#### THE INPUT
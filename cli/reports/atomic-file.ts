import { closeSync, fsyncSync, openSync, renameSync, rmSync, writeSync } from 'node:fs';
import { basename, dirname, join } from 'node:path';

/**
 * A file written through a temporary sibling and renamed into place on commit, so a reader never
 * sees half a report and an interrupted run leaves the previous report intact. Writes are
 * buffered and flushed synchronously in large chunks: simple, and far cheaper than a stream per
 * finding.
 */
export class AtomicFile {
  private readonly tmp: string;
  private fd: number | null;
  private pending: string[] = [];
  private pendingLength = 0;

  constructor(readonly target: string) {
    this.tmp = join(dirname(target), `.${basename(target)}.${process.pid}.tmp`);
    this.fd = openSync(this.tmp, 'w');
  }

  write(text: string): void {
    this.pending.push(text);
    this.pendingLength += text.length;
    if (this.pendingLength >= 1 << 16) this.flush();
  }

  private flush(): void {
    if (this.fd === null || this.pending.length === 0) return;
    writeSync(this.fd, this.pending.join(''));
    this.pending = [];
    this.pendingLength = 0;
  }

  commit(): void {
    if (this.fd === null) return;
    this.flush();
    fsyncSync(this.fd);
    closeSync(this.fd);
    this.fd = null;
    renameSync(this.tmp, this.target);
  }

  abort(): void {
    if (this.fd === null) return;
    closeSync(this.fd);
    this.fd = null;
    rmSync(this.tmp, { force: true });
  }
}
########
#### THE INPUT
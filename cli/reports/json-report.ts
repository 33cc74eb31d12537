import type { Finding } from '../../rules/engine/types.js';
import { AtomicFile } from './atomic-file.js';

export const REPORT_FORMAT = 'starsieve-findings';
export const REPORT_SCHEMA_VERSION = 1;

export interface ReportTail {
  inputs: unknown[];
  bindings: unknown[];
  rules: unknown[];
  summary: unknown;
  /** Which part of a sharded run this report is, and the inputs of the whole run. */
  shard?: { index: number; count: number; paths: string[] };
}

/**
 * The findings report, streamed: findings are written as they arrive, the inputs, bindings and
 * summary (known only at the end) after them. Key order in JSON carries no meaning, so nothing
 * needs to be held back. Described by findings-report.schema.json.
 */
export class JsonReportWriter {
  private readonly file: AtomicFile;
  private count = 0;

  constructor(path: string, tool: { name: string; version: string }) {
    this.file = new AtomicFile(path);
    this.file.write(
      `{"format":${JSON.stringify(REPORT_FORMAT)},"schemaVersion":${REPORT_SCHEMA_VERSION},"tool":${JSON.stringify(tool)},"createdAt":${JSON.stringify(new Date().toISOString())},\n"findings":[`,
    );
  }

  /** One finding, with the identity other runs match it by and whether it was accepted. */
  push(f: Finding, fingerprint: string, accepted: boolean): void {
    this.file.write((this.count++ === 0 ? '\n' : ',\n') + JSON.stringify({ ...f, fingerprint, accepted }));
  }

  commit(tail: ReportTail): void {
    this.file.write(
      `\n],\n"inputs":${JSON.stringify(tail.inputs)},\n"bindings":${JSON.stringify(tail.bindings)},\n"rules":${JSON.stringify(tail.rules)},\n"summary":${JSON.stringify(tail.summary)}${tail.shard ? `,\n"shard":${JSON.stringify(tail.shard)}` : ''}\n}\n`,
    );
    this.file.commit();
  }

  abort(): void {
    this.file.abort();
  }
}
########
WHAT YOU NEED TO DO: For each line in the records that holds "basename", show that line as it stands.

EXERCISE OUTPUT:
import { basename, dirname, join } from 'node:path';
    this.tmp = join(dirname(target), `.${basename(target)}.${process.pid}.tmp`);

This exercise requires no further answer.